[Saved data entries]
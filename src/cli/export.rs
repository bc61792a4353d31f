use std::path::Path;
use understudy::fmi::export::{export_fmu, FmiVersion};
use understudy::runtime::cosim::ModelFile;
use understudy::study::Study;
use understudy::Error;

pub fn run(model: &Path, out: &Path, fmi: u8, platforms: &str) -> Result<i32, Error> {
    let version = match fmi {
        2 => FmiVersion::V2,
        3 => FmiVersion::V3,
        other => return Err(Error::bad_input("--fmi", other.to_string(), "2 or 3")),
    };
    for p in platforms.split(',').map(str::trim) {
        if p != "linux64" && p != "x86_64-linux" {
            return Err(Error::bad_input(
                "--platforms",
                p,
                "linux64 or x86_64-linux (other platforms are not available yet)",
            ));
        }
    }
    let file = if model.extension().is_some_and(|e| e == "toml") {
        Study::load(model)?.detailed_model_file()
    } else {
        let bytes = std::fs::read(model).map_err(|e| Error::io(model, e))?;
        ModelFile::from_json(&bytes).map_err(|e| Error::BadFile {
            path: model.to_path_buf(),
            message: e.to_string(),
        })?
    };
    let report = export_fmu(&file, out, version)?;
    eprintln!(
        "wrote {} ({} bytes, model identifier {}, guid {})",
        report.path.display(),
        report.bytes,
        report.model_identifier,
        report.guid
    );
    Ok(0)
}
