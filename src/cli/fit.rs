use std::path::{Path, PathBuf};
use understudy::hybrid::{
    fit_hybrid, read_reduced, write_report_with, HybridConfig, HybridError, Physics,
};
use understudy::signal::trace::read_folder;
use understudy::Error;

pub struct Request {
    pub traces: PathBuf,
    pub reduced: Option<PathBuf>,
    pub template: Option<PathBuf>,
    pub out: PathBuf,
    pub held_out: f64,
    pub keep_fraction: f64,
    pub no_reduce: bool,
    pub quiet: bool,
}

fn map(e: HybridError) -> Error {
    if e.is_bad_input() {
        Error::bad_input("fit", e.to_string(), "valid traces and settings")
    } else {
        Error::Failed(e.to_string())
    }
}

pub fn run(req: Request) -> Result<i32, Error> {
    let config = HybridConfig::default()
        .with_held_out_fraction(req.held_out)
        .map_err(|_| {
            Error::bad_input(
                "--held-out",
                req.held_out.to_string(),
                "a fraction in (0, 0.5]",
            )
        })?
        .with_keep_fraction(req.keep_fraction)
        .map_err(|_| {
            Error::bad_input(
                "--keep-fraction",
                req.keep_fraction.to_string(),
                "a fraction in (0, 1]",
            )
        })?;
    // the physics part: a given reduction (or template with fitted values), or the template
    // reduced here on the same traces with the same held-out rule (written beside the model)
    let mut reduction = None;
    let physics = match (&req.reduced, &req.template) {
        (Some(p), _) => {
            reduction = understudy::reduce::read_reduced(p).ok();
            Physics::Reduced(read_reduced(p).map_err(map)?)
        }
        (None, template_path) => {
            let template = match template_path {
                Some(t) => understudy::greybox::read_template(t).map_err(|e| Error::BadFile {
                    path: t.clone(),
                    message: e.to_string(),
                })?,
                None => understudy::greybox::generic_converter(),
            };
            if req.no_reduce {
                Physics::FitTemplate(template)
            } else {
                let file = super::reduce::reduce_folder(
                    &req.traces,
                    &template,
                    template_path.as_deref(),
                    req.held_out,
                    &understudy::reduce::ReductionConfig::default(),
                    req.quiet,
                )?;
                let path = reduced_path(&req.out);
                understudy::reduce::write_reduced(&path, &file)
                    .map_err(|e| Error::Failed(e.to_string()))?;
                if !req.quiet {
                    eprintln!("fit: reduced physics written to {}", path.display());
                }
                let template = file.template.clone();
                reduction = Some(file);
                Physics::Reduced(template)
            }
        }
    };
    let traces: Vec<(String, understudy::signal::trace::Trace)> = read_folder(&req.traces)?
        .into_iter()
        .map(|(p, t)| {
            let name = p
                .file_stem()
                .map_or_else(|| p.display().to_string(), |s| s.to_string_lossy().into());
            (name, t)
        })
        .collect();
    if traces.is_empty() {
        return Err(Error::BadFile {
            path: req.traces.clone(),
            message: "no traces (*.csv) found".into(),
        });
    }
    let quiet = req.quiet;
    let outcome = fit_hybrid(&traces, &physics, &config, |line| {
        if !quiet {
            eprintln!("fit: {line}");
        }
    })
    .map_err(|e| match &e {
        HybridError::Residual(_) | HybridError::NonFiniteResidual { .. } => Error::BadFile {
            path: req.traces.clone(),
            message: e.to_string(),
        },
        _ => map(e),
    })?;
    understudy::atomic::write_atomic(&req.out, outcome.model.to_json().as_bytes())
        .map_err(|e| Error::io(&req.out, e))?;
    let report = report_path(&req.out);
    write_report_with(&outcome, reduction.as_ref(), &report).map_err(|e| Error::io(&report, e))?;
    let (mean_reduced, mean_hybrid) = outcome.mean_nrmse();
    let (p_red, p_hyb) = outcome.median_nrmse("p");
    let (q_red, q_hyb) = outcome.median_nrmse("q");
    println!(
        "hybrid: correction order {} (fitted per input at order {}; {} delays, rank {}), {} eigenvalue(s) moved for stability, {} off the negative real axis",
        outcome.order,
        outcome.fitted_order,
        outcome.delays,
        outcome.rank,
        outcome.stability.moved.len(),
        outcome.moved_to_real_axis.len()
    );
    println!(
        "compressed sensing: kept {:.1} % of DCT coefficients, reconstruction error {:.4}",
        100.0 * outcome.compression.keep_fraction,
        outcome.compression.relative_error
    );
    if let Some(cv) = &outcome.cross_validation {
        println!("{}", cv.summary());
    }
    println!(
        "held-out ({} cases) NRMSE % of rating: mean reduced {mean_reduced:.3} → hybrid {mean_hybrid:.3}; median P {p_red:.3} → {p_hyb:.3}; median Q {q_red:.3} → {q_hyb:.3}",
        outcome.validation.len()
    );
    println!("wrote {} and {}", req.out.display(), report.display());
    if outcome.passes() {
        Ok(0)
    } else {
        println!("validation FAILED: some held-out cases are outside the tolerance (see the report's error table)");
        Ok(1)
    }
}

/// `<stem>.reduced.json` next to the model file: the reduction `fit` made.
pub fn reduced_path(out: &Path) -> PathBuf {
    let stem = out
        .file_stem()
        .map_or_else(|| "model".into(), |s| s.to_string_lossy().into_owned());
    out.with_file_name(format!("{stem}.reduced.json"))
}

/// `report.html` next to the model file.
pub fn report_path(out: &Path) -> PathBuf {
    out.parent()
        .filter(|p| !p.as_os_str().is_empty())
        .map_or_else(|| PathBuf::from("report.html"), |p| p.join("report.html"))
}
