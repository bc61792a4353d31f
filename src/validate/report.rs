//! A self-contained HTML report: sections of text, tables and inline SVG figures, with the
//! caution every report carries. Written atomically.

use crate::atomic::write_atomic;
use std::fmt::Write as _;
use std::path::Path;

/// The caution printed at the top of every report.
pub const CAUTION: &str = "Results support, and do not replace, studies under local grid codes \
and licensed engineering practice. A stand-in model is only as good as the faults it was trained \
and validated on: check its validity envelope before relying on it.";

/// Escape text for HTML.
pub fn escape(s: &str) -> String {
    s.replace('&', "&amp;")
        .replace('<', "&lt;")
        .replace('>', "&gt;")
        .replace('"', "&quot;")
}

/// An HTML report under construction.
pub struct Report {
    title: String,
    body: String,
}

impl Report {
    pub fn new(title: &str) -> Self {
        Self {
            title: title.to_string(),
            body: String::new(),
        }
    }

    pub fn heading(&mut self, text: &str) -> &mut Self {
        let _ = writeln!(self.body, "<h2>{}</h2>", escape(text));
        self
    }

    pub fn paragraph(&mut self, text: &str) -> &mut Self {
        let _ = writeln!(self.body, "<p>{}</p>", escape(text));
        self
    }

    /// A figure from SVG text produced by [`super::plot`].
    pub fn figure(&mut self, svg: &str, caption: &str) -> &mut Self {
        let _ = writeln!(
            self.body,
            "<figure>{svg}<figcaption>{}</figcaption></figure>",
            escape(caption)
        );
        self
    }

    /// A table; cells are escaped. Rows whose last cell starts with "✗" are highlighted.
    pub fn table(&mut self, header: &[&str], rows: &[Vec<String>]) -> &mut Self {
        self.body.push_str("<table><thead><tr>");
        for h in header {
            let _ = write!(self.body, "<th>{}</th>", escape(h));
        }
        self.body.push_str("</tr></thead><tbody>\n");
        for r in rows {
            let bad = r.last().is_some_and(|c| c.starts_with('✗'));
            self.body
                .push_str(if bad { "<tr class=\"bad\">" } else { "<tr>" });
            for c in r {
                let _ = write!(self.body, "<td>{}</td>", escape(c));
            }
            self.body.push_str("</tr>\n");
        }
        self.body.push_str("</tbody></table>\n");
        self
    }

    pub fn to_html(&self) -> String {
        format!(
            "<!DOCTYPE html>\n<html lang=\"en\"><head><meta charset=\"utf-8\"><title>{t}</title>\n\
<style>body{{font-family:sans-serif;max-width:980px;margin:2em auto;color:#222}}\
table{{border-collapse:collapse;margin:1em 0;font-size:13px}}td,th{{border:1px solid #ccc;padding:3px 8px;text-align:right}}\
th{{background:#f3f3f3}}tr.bad td{{background:#fde8e8}}figure{{margin:1em 0}}figcaption{{font-size:13px;color:#555}}\
.caution{{border-left:4px solid #d9822b;background:#fff6ea;padding:.6em 1em}}</style></head>\n\
<body><h1>{t}</h1>\n<p class=\"caution\"><strong>Caution.</strong> {c}</p>\n{b}</body></html>\n",
            t = escape(&self.title),
            c = escape(CAUTION),
            b = self.body
        )
    }

    /// Write the report atomically.
    pub fn write(&self, path: &Path) -> std::io::Result<()> {
        write_atomic(path, self.to_html().as_bytes())
    }
}

#[cfg(test)]
mod tests {
    use super::super::plot;
    use super::*;

    #[test]
    fn report_is_self_contained_with_figures_and_caution() {
        let x: Vec<f64> = (0..200).map(|k| k as f64 * 0.01).collect();
        let y: Vec<f64> = x.iter().map(|t| (3.0 * t).sin()).collect();
        let z: Vec<f64> = x.iter().map(|t| (3.0 * t).cos()).collect();
        let mut r = Report::new("check <report>");
        r.heading("traces")
            .figure(
                &plot::line_chart(
                    "p",
                    "t (s)",
                    "pu",
                    &[
                        plot::Series {
                            name: "a",
                            x: &x,
                            y: &y,
                            dashed: false,
                        },
                        plot::Series {
                            name: "b",
                            x: &x,
                            y: &z,
                            dashed: true,
                        },
                    ],
                ),
                "two lines",
            )
            .figure(
                &plot::heat_map(
                    "residuals",
                    &x,
                    &["c1".into(), "c2".into()],
                    &[y.clone(), z.clone()],
                ),
                "heat",
            )
            .figure(
                &plot::eigenvalue_plot("eig", &[(0.9, 0.2), (0.9, -0.2)]),
                "eig",
            )
            .figure(
                &plot::log_spectrum("fim", "λ", &[1e-6, 1e-2, 3.0]),
                "spectrum",
            )
            .table(
                &["a", "ok"],
                &[
                    vec!["1".into(), "✓".into()],
                    vec!["2".into(), "✗ no".into()],
                ],
            );
        let html = r.to_html();
        assert_eq!(html.matches("<svg").count(), 4, "four inline figures");
        assert!(!html.contains("plot failed"));
        assert!(html.contains("check &lt;report&gt;"));
        assert!(html.contains("do not replace"));
        assert!(html.contains("class=\"bad\""));
        assert!(
            !html.contains("src=\"http"),
            "self-contained: no external resources"
        );
        let dir = tempfile::tempdir().unwrap();
        let path = dir.path().join("r.html");
        r.write(&path).unwrap();
        assert_eq!(std::fs::read_to_string(path).unwrap(), html);
    }
}
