use std::path::PathBuf;
use understudy::fmi::blackbox::{self, VariableMap};
use understudy::fmi::import::{Fmu, LoadOptions};
use understudy::study::{Study, UnitKind};
use understudy::{demo, simulate, Error};

pub struct Request {
    pub study: Option<PathBuf>,
    pub unit: Option<String>,
    pub cases: Option<usize>,
    pub seed: Option<u64>,
    pub out: PathBuf,
    pub quiet: bool,
    pub map: Option<PathBuf>,
    pub preload: Vec<PathBuf>,
}

pub fn run(req: Request) -> Result<i32, Error> {
    let mut study = match &req.study {
        Some(p) => Study::load(p)?,
        None => demo::demo_study(),
    };
    let mut fmu_path = None;
    if let Some(unit) = &req.unit {
        match unit.strip_prefix("fmu:") {
            Some(path) => fmu_path = Some(PathBuf::from(path)),
            None => study.unit.kind = unit.parse::<UnitKind>()?,
        }
    }
    if fmu_path.is_none() && (req.map.is_some() || !req.preload.is_empty()) {
        return Err(Error::bad_input(
            "--map/--preload",
            "given",
            "only together with --unit fmu:PATH",
        ));
    }
    if let Some(n) = req.cases {
        study.design.cases = n;
    }
    if let Some(s) = req.seed {
        study.design.seed = s;
    }
    study.validate()?;
    let unit = study.unit.clone();
    let summary = match &fmu_path {
        None => {
            let (cases, redraws) = study.design.generate(|c| simulate::feasible(&unit, c))?;
            let bar = super::progress_bar(cases.len(), "simulate", req.quiet);
            let s = simulate::run_study(&study, &cases, redraws, &req.out, &|_, _| bar.inc(1))?;
            bar.finish_and_clear();
            s
        }
        Some(path) => {
            let map = match &req.map {
                Some(m) => VariableMap::load(m)?,
                None => VariableMap::default(),
            };
            let mut options = LoadOptions::default();
            for p in &req.preload {
                options = options.with_preload(p);
            }
            let fmu = Fmu::load_with(path, &options)?;
            for w in fmu.warnings() {
                eprintln!("warning: {}: {w}", path.display());
            }
            let (cases, redraws) = study.design.generate(blackbox::feasible)?;
            let bar = super::progress_bar(cases.len(), "simulate", req.quiet);
            let s =
                blackbox::run_study_fmu(&fmu, &map, &study, &cases, redraws, &req.out, &|_, _| {
                    bar.inc(1)
                })?;
            bar.finish_and_clear();
            s
        }
    };
    eprintln!(
        "{} traces written to {} ({} failed); {:.1} simulated s per wall s",
        summary.cases.len(),
        req.out.display(),
        summary.failures.len(),
        summary.simulated_seconds_per_wall_second
    );
    for f in &summary.failures {
        eprintln!("  failed: {f}");
    }
    Ok(if summary.failures.is_empty() { 0 } else { 1 })
}
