use std::path::PathBuf;
use understudy::signal::recording::{ingest_all, Mapping};
use understudy::Error;

pub struct Request {
    pub map: PathBuf,
    pub out: PathBuf,
    pub step_s: Option<f64>,
}

/// Errors of the recordings are reported here (they name the file themselves), with exit code 2
/// for bad input and 1 for I/O failures, as `main` does for the library's `Error`.
pub fn run(req: Request) -> Result<i32, Error> {
    let manifest = match Mapping::load(&req.map).and_then(|m| ingest_all(&m, &req.out, req.step_s))
    {
        Ok(m) => m,
        Err(e) => {
            eprintln!("error: {e}");
            return Ok(e.exit_code());
        }
    };
    eprintln!(
        "{} trace(s) written to {}",
        manifest.traces.len(),
        req.out.display()
    );
    for t in &manifest.traces {
        eprintln!(
            "  {}: {} samples, step {} s, {} s to {} s; phasors: {}",
            t.file, t.samples, t.step_s, t.start_s, t.end_s, t.phasors
        );
        match &t.fault {
            Some(f) => eprintln!("    fault {} s to {} s ({})", f.start_s, f.end_s, f.how),
            None => eprintln!("    no fault window given or detected"),
        }
        if t.filled.is_empty() {
            eprintln!("    no gaps");
        }
        for w in &t.filled {
            let spans: Vec<String> = w
                .spans_s
                .iter()
                .map(|[a, b]| format!("{a}–{b} s"))
                .collect();
            eprintln!(
                "    filled {} sample(s) of `{}` at {} ({} atoms from {} known samples; fit \
                 residual RMS {:.3e} pu, {:.3e} relative)",
                w.samples.len(),
                w.channel,
                spans.join(", "),
                w.atoms,
                w.known_samples,
                w.fit_rms,
                w.fit_relative
            );
        }
    }
    Ok(0)
}
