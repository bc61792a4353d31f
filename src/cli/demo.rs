use std::collections::BTreeMap;
use std::path::Path;
use understudy::fmi::export::{export_fmu, FmiVersion};
use understudy::{demo, simulate, Error};

pub fn run(out: &Path, quiet: bool, json: bool) -> Result<i32, Error> {
    let study = demo::demo_study();
    let unit = study.unit.clone();
    let (cases, redraws) = study.design.generate(|c| simulate::feasible(&unit, c))?;
    if !quiet && !json {
        eprintln!(
            "understudy demo: {} ({} MVA full-converter unit), {} cases",
            study.name,
            study.unit.rating_mva,
            cases.len()
        );
    }
    let traces = out.join("traces");
    let bar = super::progress_bar(cases.len(), "simulate", quiet || json);
    let summary = simulate::run_study(&study, &cases, redraws, &traces, &|_, _| bar.inc(1))?;
    bar.finish_and_clear();
    // the detailed unit as an FMU (the stand-in's FMU follows once the surrogate stages exist)
    let fmu = out.join(format!("{}-detailed.fmu", study.name));
    let exported = export_fmu(&study.detailed_model_file(), &fmu, FmiVersion::V2)?;
    let mut by_kind: BTreeMap<&str, usize> = BTreeMap::new();
    for c in &summary.cases {
        *by_kind.entry(c.disturbance.as_str()).or_default() += 1;
    }
    if json {
        let report = serde_json::json!({
            "study": summary.study,
            "traces": traces,
            "cases": summary.cases.len(),
            "failures": summary.failures,
            "by_disturbance": by_kind,
            "simulated_seconds_per_wall_second": summary.simulated_seconds_per_wall_second,
            "detailed_fmu": exported.path,
            "stages_done": ["traces", "detailed-model fmu"],
            "stages_not_yet_available": ["reduce", "correction", "validation report", "surrogate fmu", "grid sweep"],
        });
        println!("{}", serde_json::to_string_pretty(&report).expect("json"));
    } else {
        println!(
            "traces: {} cases written to {}",
            summary.cases.len(),
            traces.display()
        );
        for (k, n) in &by_kind {
            println!("  {k:<15} {n}");
        }
        println!(
            "detailed model speed: {:.1} simulated s per wall s (all cores)",
            summary.simulated_seconds_per_wall_second
        );
        for f in &summary.failures {
            println!("  failed: {f}");
        }
        println!(
            "detailed unit as an FMI 2.0 Co-Simulation FMU: {} ({} bytes)",
            exported.path.display(),
            exported.bytes
        );
        println!(
            "not yet available in this version: reduction, correction, validation report, stand-in FMU, grid sweep"
        );
    }
    Ok(if summary.failures.is_empty() { 0 } else { 1 })
}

• About this exercise
Using the data above, count every line that contains the word "title", then give the count and nothing more.

• Response to the exercise
5